**Goal of the exercise**: The answer must be every line of the data that holds the word "gives".

**Data shown**:
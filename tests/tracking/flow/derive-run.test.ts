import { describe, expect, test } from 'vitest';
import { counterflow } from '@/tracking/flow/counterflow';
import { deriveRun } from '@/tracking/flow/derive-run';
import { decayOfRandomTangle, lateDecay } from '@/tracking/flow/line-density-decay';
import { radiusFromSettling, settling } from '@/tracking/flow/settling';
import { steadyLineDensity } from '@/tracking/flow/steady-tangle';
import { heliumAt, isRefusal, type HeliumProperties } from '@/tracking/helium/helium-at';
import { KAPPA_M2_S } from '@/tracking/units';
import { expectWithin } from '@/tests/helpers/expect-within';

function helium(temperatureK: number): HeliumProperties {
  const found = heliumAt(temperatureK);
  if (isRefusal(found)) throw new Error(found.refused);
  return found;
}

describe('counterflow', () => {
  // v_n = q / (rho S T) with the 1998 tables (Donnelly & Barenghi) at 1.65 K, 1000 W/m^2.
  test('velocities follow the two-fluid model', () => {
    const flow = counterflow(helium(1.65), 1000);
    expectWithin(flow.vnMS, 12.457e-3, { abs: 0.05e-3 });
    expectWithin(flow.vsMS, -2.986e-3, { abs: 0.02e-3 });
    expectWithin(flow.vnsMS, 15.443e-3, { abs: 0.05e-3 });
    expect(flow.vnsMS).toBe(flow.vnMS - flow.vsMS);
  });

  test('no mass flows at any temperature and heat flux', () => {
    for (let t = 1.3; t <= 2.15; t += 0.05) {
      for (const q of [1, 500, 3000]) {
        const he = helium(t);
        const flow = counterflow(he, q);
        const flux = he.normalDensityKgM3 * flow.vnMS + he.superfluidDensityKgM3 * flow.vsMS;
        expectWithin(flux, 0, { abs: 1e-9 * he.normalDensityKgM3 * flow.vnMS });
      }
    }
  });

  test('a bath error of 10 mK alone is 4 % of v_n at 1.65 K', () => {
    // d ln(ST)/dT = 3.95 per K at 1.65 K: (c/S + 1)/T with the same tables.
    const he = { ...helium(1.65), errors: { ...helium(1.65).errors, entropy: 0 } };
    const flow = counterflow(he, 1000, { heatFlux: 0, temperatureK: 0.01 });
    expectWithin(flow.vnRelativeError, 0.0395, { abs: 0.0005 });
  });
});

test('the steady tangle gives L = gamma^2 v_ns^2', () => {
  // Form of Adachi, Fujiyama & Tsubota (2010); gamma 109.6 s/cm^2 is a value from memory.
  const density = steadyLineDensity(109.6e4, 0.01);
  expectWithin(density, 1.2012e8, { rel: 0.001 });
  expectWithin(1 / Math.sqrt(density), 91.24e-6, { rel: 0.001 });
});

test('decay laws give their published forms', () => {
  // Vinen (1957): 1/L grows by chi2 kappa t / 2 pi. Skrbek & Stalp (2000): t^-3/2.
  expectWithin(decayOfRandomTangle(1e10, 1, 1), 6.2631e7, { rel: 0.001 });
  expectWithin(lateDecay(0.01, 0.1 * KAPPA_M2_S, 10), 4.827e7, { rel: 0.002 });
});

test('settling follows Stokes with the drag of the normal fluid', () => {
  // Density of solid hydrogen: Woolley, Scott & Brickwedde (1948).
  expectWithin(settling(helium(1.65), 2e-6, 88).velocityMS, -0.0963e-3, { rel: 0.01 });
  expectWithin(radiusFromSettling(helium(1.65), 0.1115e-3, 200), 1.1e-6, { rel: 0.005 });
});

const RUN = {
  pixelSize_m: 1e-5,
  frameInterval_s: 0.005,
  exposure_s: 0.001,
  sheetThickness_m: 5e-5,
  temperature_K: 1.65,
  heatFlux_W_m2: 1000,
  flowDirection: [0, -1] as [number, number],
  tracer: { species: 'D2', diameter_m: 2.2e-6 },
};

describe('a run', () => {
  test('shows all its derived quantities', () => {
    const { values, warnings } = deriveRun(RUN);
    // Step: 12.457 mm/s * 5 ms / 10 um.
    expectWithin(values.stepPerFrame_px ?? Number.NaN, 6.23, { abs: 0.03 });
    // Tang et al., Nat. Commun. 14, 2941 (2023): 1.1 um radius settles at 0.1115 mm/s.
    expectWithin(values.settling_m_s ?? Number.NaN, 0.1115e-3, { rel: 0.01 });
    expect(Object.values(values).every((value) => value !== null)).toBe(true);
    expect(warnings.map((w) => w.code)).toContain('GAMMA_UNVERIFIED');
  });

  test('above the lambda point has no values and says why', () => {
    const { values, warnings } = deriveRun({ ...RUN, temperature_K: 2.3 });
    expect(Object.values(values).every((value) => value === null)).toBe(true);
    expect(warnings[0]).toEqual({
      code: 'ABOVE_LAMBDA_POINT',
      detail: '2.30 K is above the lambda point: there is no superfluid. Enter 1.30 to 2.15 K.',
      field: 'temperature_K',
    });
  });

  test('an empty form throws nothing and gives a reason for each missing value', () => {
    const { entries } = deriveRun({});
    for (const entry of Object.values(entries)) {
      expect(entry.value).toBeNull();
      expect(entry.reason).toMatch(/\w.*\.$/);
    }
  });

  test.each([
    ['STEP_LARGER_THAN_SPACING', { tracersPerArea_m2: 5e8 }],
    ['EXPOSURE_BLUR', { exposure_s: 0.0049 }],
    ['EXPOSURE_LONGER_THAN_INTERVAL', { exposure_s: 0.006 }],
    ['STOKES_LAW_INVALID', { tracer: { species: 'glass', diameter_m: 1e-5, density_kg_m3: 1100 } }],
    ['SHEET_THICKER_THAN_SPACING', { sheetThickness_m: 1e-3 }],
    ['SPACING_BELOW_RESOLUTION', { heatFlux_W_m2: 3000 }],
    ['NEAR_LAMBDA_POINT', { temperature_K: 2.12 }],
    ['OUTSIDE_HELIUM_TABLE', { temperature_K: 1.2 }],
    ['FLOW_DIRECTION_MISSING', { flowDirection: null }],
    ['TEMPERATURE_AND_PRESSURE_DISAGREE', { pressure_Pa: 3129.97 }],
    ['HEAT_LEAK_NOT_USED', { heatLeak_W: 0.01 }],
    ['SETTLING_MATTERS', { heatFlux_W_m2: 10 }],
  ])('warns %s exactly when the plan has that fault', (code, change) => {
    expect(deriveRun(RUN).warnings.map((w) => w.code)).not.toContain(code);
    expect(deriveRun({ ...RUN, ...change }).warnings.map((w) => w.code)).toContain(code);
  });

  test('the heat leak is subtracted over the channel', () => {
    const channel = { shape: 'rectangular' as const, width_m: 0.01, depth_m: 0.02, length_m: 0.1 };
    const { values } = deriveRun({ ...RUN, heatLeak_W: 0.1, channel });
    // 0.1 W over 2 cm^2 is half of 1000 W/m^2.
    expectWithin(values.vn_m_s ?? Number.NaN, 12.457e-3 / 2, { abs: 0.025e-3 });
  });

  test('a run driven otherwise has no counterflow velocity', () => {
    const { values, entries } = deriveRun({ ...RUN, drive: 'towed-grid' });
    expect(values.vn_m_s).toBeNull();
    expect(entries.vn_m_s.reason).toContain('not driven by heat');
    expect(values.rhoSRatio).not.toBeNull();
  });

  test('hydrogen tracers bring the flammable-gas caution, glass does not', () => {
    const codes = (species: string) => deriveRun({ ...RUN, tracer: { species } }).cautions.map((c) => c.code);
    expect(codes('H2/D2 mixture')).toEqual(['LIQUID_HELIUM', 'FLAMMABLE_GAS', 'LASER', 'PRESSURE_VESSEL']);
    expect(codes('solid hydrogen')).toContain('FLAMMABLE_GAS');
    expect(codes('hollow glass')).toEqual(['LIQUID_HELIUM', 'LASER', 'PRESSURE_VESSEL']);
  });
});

**Expected answer**:
test('the steady tangle gives L = gamma^2 v_ns^2', () => {
  test('an empty form throws nothing and gives a reason for each missing value', () => {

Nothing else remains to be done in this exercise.